The nuclear reactor design has gone through four generations. Compared
to the second generation (Gen II), Gen III ensures a higher safety
level. However, Gen III nuclear reactors do not meet the requirements of
a longer-term nuclear power development.
To power a safe and sustainable nuclear future, a fourth generation of reactors has been proposed that includes very high-temperature reactors, gas-cooled fast reactors and supercritical water-cooled reactors. A common component of Gen IV reactors is thermal hydraulics.
In spite of the difference in coolants and flow channel structures, the EU-funded project THINS
(Thermal-hydraulics of innovative nuclear systems) identified five cross-cutting issues of thermal hydraulics. This collaboration, spanning 24 institutions, focused on core thermal hydraulics, single-phase mixed convection and turbulence, multiphase flow and code coupling.
The overall objective of the THINS project was the development and validation of computational and experimental methodologies for studying these thermal hydraulics phenomena. Efforts were also made to apply the scientific results for knowledge-sharing purposes.
Specifically, THINS partners verified simulation tools of coolant flows within the reactor core components and calculated pressure drop and heat transfer in tube bundles and spacer grids. Using turbulence models, they also modelled the lead-bismuth eutectic rod bundle flow.

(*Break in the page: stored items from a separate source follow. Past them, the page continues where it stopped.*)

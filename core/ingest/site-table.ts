/**
 * Finds the row that holds a site already, by name or by place, without an object a row: two open-addressed hash tables
 * of row numbers.
 */
const EMPTY = -1
/** Places nearer than this are one site. */
export const SAME_PLACE_MM = 1e-6
/** Side of a hash cell; sites stand on such a grid, well inside their cell. */
const CELL_MM = 1e-3

export class RowTable {
  private readonly slots: Int32Array
  private readonly mask: number

  constructor(rows: number) {
    let size = 16
    while (size < 2 * rows) size *= 2
    this.slots = new Int32Array(size).fill(EMPTY)
    this.mask = size - 1
  }

  /** The first row under this hash for which `isSame` holds, or -1. */
  find(hash: number, isSame: (row: number) => boolean): number {
    for (let slot = hash & this.mask; this.slots[slot] !== EMPTY; slot = (slot + 1) & this.mask) {
      if (isSame(this.slots[slot])) return this.slots[slot]
    }
    return EMPTY
  }

  insert(hash: number, row: number): void {
    let slot = hash & this.mask
    while (this.slots[slot] !== EMPTY) slot = (slot + 1) & this.mask
    this.slots[slot] = row
  }
}

export function mix(a: number, b: number, c: number): number {
  let hash = Math.imul(a, 0x9e3779b1) ^ Math.imul(b, 0x85ebca6b) ^ Math.imul(c, 0xc2b2ae35)
  hash = Math.imul(hash ^ (hash >>> 15), 0x2c1b3c6d)
  return hash ^ (hash >>> 13)
}

/** The hash cells that a place may share with another within SAME_PLACE_MM: nearly always one. */
export function cellsOf(value: number): readonly number[] {
  const at = value / CELL_MM
  const near = SAME_PLACE_MM / CELL_MM
  const low = Math.round(at - near)
  const high = Math.round(at + near)
  return low === high ? [low] : [low, high]
}
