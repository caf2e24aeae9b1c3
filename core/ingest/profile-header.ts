/** Which columns of a depth profile are depth and concentration, and in what units, from the header's cells. */
import { quote, quotedList } from '../problems/quote'
import { findUnit, plainText } from '../units/unit-register'

export interface ProfileColumn {
  readonly header: string
  /** Index of the cell. */
  readonly at: number
  /** Power of ten from the column's unit to um or cm^-3. */
  readonly shift: number
}

export interface ProfileColumns {
  readonly depth: ProfileColumn
  readonly concentration: ProfileColumn
}

interface NamedColumn {
  readonly header: string
  readonly at: number
  readonly unit: string
}

const DEPTH = /^(?:depth|x|z)(?![a-z])/
const CONCENTRATION =
  /^(?:(?:net|active|total|chemical|electrical|dopant|doping|carrier|boron|phosphorus|arsenic)[\s_]+)*(?:concentration|conc|density|doping|dopant|carriers?|boron|phosphorus|arsenic|n|b|p|as)(?![a-z])/

/** Null where the cells name no such columns; a sentence where they do but can't be used. */
export function profileColumns(cells: readonly string[]): ProfileColumns | string | null {
  const depths = named(cells, DEPTH)
  const concentrations = named(cells, CONCENTRATION)
  if (depths.length === 0 || concentrations.length === 0) return null
  if (depths.length > 1) return several('depth', depths)
  if (concentrations.length > 1) return several('concentration', concentrations)
  const depth = withShift(depths[0], depthShift(depths[0].unit), 'nm, um, mm or angstrom')
  const concentration = withShift(concentrations[0], densityShift(concentrations[0].unit), 'cm^-3 or m^-3')
  if (typeof depth === 'string') return depth
  return typeof concentration === 'string' ? concentration : { depth, concentration }
}

/** What follows the name, less brackets and separators, is the unit: `depth_um`, `Depth (nm)`, `N [cm^-3]`, `x / nm`. */
function named(cells: readonly string[], name: RegExp): NamedColumn[] {
  return cells.flatMap((cell, at) => {
    const text = plainText(cell)
    const found = name.exec(text.toLowerCase())
    if (!found) return []
    const unit = text
      .slice(found[0].length)
      .replace(/[()[\]{}<>]/g, ' ')
      .replace(/^[\s_,:|-]+(?=\S)/, '')
      .trim()
    return [{ header: cell.trim(), at, unit }]
  })
}

function several(what: string, columns: readonly NamedColumn[]): string {
  return `several columns could be the ${what}: ${quotedList(columns.map(({ header }) => header))}; leave one of them in`
}

function withShift({ header, at, unit }: NamedColumn, shift: number | null, known: string): ProfileColumn | string {
  if (shift !== null) return { header, at, shift }
  const what = unit === '' ? 'names no unit' : `has a unit that is not known here, ${quote(unit)}`
  return `the header ${quote(header)} ${what}; it is ${known}`
}

function depthShift(text: string): number | null {
  const spelling = text.replace(/^\//, '').trim()
  if (/^(?:Å|angstroms?)$/i.test(spelling)) return -4
  const unit = findUnit(spelling)
  // The base of a length is mm.
  return unit?.quantity === 'length' && unit.power10 !== null ? unit.power10 + 3 : null
}

function densityShift(text: string): number | null {
  const spelling = text.toLowerCase().replace(/[\s^*·⋅._]/g, '')
  const unit = /^\/?(?:1|atoms?|at)?\/?(c?)m-?3$/.exec(spelling)
  if (!unit) return null
  return unit[1] === 'c' ? 0 : -6
}
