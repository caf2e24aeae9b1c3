/**
 * The words of the trade by which a header is known. A header matches a family if, its unit, modifiers and filler words
 * taken off, what is left is one of the family's phrases, whole: a header with a word not listed here ("voltage
 * offset", "Rs limit") is not matched, since a wrong match is worse than none. Common practice, no source.
 */
import type { Quantity } from '../units/unit-register'
import type { ColumnId } from './readings'

export interface Family {
  /** In words, for a person. */
  readonly title: string
  /** Which unit of the header fits; empty where no unit does. */
  readonly quantities: readonly Quantity[]
  /** The phrase and its weight. */
  readonly phrases: Readonly<Record<string, number>>
  /** Phrases that mean this family only with a unit of its own: "R" is one thing in ohm and another in ohm/sq. */
  readonly needUnit: readonly string[]
  readonly fillers: readonly string[]
  /** Which modifiers tell columns of the family apart. */
  readonly modifiers: 'none' | 'configuration' | 'configuration-and-direction'
  /** By configuration (A, B) and direction (forward, reverse). */
  readonly columns: readonly HeaderTarget[]
}

/** A documented column, or one that says how to read the others. */
export type HeaderTarget = ColumnId | 'date' | 'configuration' | 'direction'

export const FORWARD_WORDS: readonly string[] = ['fwd', 'forward', 'pos', 'positive', 'plus', 'f']
export const REVERSE_WORDS: readonly string[] = ['rev', 'reverse', 'reversed', 'neg', 'negative', 'minus', 'r']

const ELECTRICAL_FILLERS = [
  'measured', 'meas', 'probe', 'applied', 'source', 'sourced', 'force', 'forced', 'sense', 'sensed', 'drive', 'reading',
  'value', 'test', 'raw', 'avg', 'average', 'mean', 'site', 'config', 'configuration', 'cfg', 'conf', 'pin', 'pins', 'data',
] // prettier-ignore
const PLACE_FILLERS = [
  'position',
  'pos',
  'coordinate',
  'coord',
  'coords',
  'location',
  'loc',
  'site',
  'wafer',
  'point',
  'probe',
]
const NAME_FILLERS: readonly string[] = []

function plain(title: string, column: HeaderTarget, phrases: Readonly<Record<string, number>>): Family {
  return { title, quantities: [], phrases, needUnit: [], fillers: NAME_FILLERS, modifiers: 'none', columns: [column] }
}

function place(title: string, column: ColumnId, phrases: Readonly<Record<string, number>>): Family {
  const quantities: readonly Quantity[] = column === 'theta_deg' ? ['angle'] : ['length']
  return { title, quantities, phrases, needUnit: [], fillers: PLACE_FILLERS, modifiers: 'none', columns: [column] }
}

/** "wafer id" before "wafer no": where a file has both, the first is the name. */
function nameWords(word: string, weight: number): Record<string, number> {
  return {
    [word]: weight,
    [`${word} id`]: weight - 1,
    [`${word} name`]: weight - 2,
    [`${word} no`]: weight - 3,
    [`${word} nr`]: weight - 3,
    [`${word} number`]: weight - 3,
    [`${word} num`]: weight - 3,
    [`${word} code`]: weight - 3,
    [`${word} index`]: weight - 4,
  }
}

export const FAMILIES: readonly Family[] = [
  plain('lot', 'lot', { ...nameWords('lot', 80), ...nameWords('batch', 60) }),
  plain('wafer', 'wafer', { ...nameWords('wafer', 80), ...nameWords('wfr', 70), ...nameWords('substrate', 50) }),
  plain('slot', 'slot', {
    ...nameWords('slot', 80),
    ...nameWords('cassette slot', 75),
    ...nameWords('wafer slot', 75),
  }),
  plain('site', 'site', {
    ...nameWords('site', 80),
    ...nameWords('point', 70),
    ...nameWords('measurement', 60),
    ...nameWords('position', 50),
    ...nameWords('location', 50),
    pt: 60,
    no: 30,
    nr: 30,
  }),
  place('x position', 'x_mm', { x: 80 }),
  place('y position', 'y_mm', { y: 80 }),
  place('radius', 'r_mm', { radius: 80, radial: 70, r: 40 }),
  place('polar angle', 'theta_deg', { theta: 80, 'polar angle': 75, azimuth: 70, phi: 60, angle: 60, ang: 50 }),
  plain('die column', 'die_x', {
    'die x': 80,
    'x die': 80,
    'die col': 75,
    'die column': 75,
    'die index x': 75,
    'die x index': 75,
  }),
  plain('die row', 'die_y', { 'die y': 80, 'y die': 80, 'die row': 75, 'die index y': 75, 'die y index': 75 }),
  {
    title: 'current',
    quantities: ['current'],
    phrases: { current: 80, i: 70, curr: 70, amps: 60, amp: 60, ampere: 60, '': 30 },
    needUnit: [''],
    fillers: ELECTRICAL_FILLERS,
    modifiers: 'configuration-and-direction',
    columns: ['current_A', 'current_rev_A', 'current_b_A', 'current_rev_b_A'],
  },
  {
    title: 'voltage',
    quantities: ['voltage'],
    phrases: {
      voltage: 80,
      v: 70,
      volt: 70,
      volts: 70,
      'voltage drop': 60,
      potential: 50,
      'potential difference': 50,
      u: 50,
      '': 30,
    },
    needUnit: [''],
    fillers: ELECTRICAL_FILLERS,
    modifiers: 'configuration-and-direction',
    columns: ['voltage_V', 'voltage_rev_V', 'voltage_b_V', 'voltage_rev_b_V'],
  },
  {
    title: 'V/I',
    quantities: ['resistance'],
    phrases: { voveri: 80, 'voveri ratio': 78, 'ratio voveri': 78, 'v i ratio': 70, resistance: 60, r: 50, '': 20 },
    needUnit: ['resistance', 'r', ''],
    fillers: ELECTRICAL_FILLERS,
    modifiers: 'configuration',
    columns: ['v_over_i_ohm', 'v_over_i_b_ohm'],
  },
  {
    title: 'sheet resistance',
    quantities: ['sheet-resistance', 'resistance'],
    phrases: {
      'sheet resistance': 80, rs: 75, 'r s': 70, rsh: 75, 'r sh': 70, rsheet: 75, 'r sheet': 70, 'sheet res': 75, 'sheet r': 70,
      rsq: 70, 'r sq': 70, 'sheet rho': 60, 'ohms per square': 60, 'ohm per square': 60, resistance: 50, r: 45, res: 40, '': 30,
    }, // prettier-ignore
    needUnit: ['resistance', 'r', 'res', ''],
    fillers: ['measured', 'meas', 'reading', 'value', 'site', 'avg', 'average', 'mean'],
    modifiers: 'none',
    columns: ['sheet_resistance_ohm_sq'],
  },
  {
    title: 'resistivity',
    quantities: ['resistivity'],
    phrases: { resistivity: 80, rho: 75, 'specific resistance': 60, resistance: 50, r: 45, res: 50, '': 30 },
    needUnit: ['resistance', 'r', 'res', ''],
    fillers: ['measured', 'meas', 'reading', 'value', 'site', 'bulk', 'avg', 'average', 'mean'],
    modifiers: 'none',
    columns: ['resistivity_ohm_cm'],
  },
  {
    title: 'temperature',
    quantities: ['temperature'],
    phrases: {
      temperature: 80, temp: 75, 'wafer temperature': 79, 'wafer temp': 74, 'sample temperature': 78, 'sample temp': 73,
      'chuck temperature': 72, 'chuck temp': 68, 'stage temperature': 72, 'stage temp': 68, 'probe temperature': 60,
      'ambient temperature': 55, 'ambient temp': 52, 'room temperature': 55, 'room temp': 52, t: 50,
    }, // prettier-ignore
    needUnit: ['t'],
    fillers: ['measured', 'meas', 'reading', 'value', 'site'],
    modifiers: 'none',
    columns: ['temperature_C'],
  },
  plain('time', 'time', {
    time: 80, timestamp: 80, 'date time': 80, 'time stamp': 80, 'measured at': 70, 'measurement time': 70, 'meas time': 70,
    'test time': 60, 'measurement date time': 60,
  }), // prettier-ignore
  plain('date', 'date', { date: 80, 'measurement date': 70, 'meas date': 70, 'test date': 60 }),
  {
    ...plain('configuration', 'configuration', { config: 80, configuration: 80, cfg: 70, conf: 60 }),
    fillers: ['probe', 'pin', 'pins', 'current', 'measurement'],
  },
  {
    ...plain('direction', 'direction', { direction: 80, polarity: 80, dir: 60, sign: 50 }),
    fillers: ['current', 'probe', 'measurement'],
  },
]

Project researchers set up a comprehensive database containing the results of direct numerical simulations along with experimental data. This was used to characterise flow phenomena such as convection patterns, thermal stratification and fluid-structure thermal exchange in reactors.
Heat transfer and flow mixing were analysed in single-phase reactor cooling systems. THINS researchers developed new modelling approaches to describe the effects of buoyancy and non-isotropic turbulence accurately for a wide range of Prandtl numbers.
Existing models were further developed and validated for studying multiphase flows in innovative reactor systems. The flow phenomena studied were free surface flows in pool-type liquid-metal reactors and interactions between water and heavy liquid metal.
The THINS team developed and validated new code-coupling solutions for reliably predicting transient multi-scale thermal hydraulic phenomena in high- and very high-temperature reactor systems. In particular, they investigated graphite dust transported in the coolant loop.
Training of young nuclear engineers and researchers complemented the THINS project activities. Using the scientific results for teaching purposes proved highly effective in strengthening the basis for maintaining and extending know-how in the field.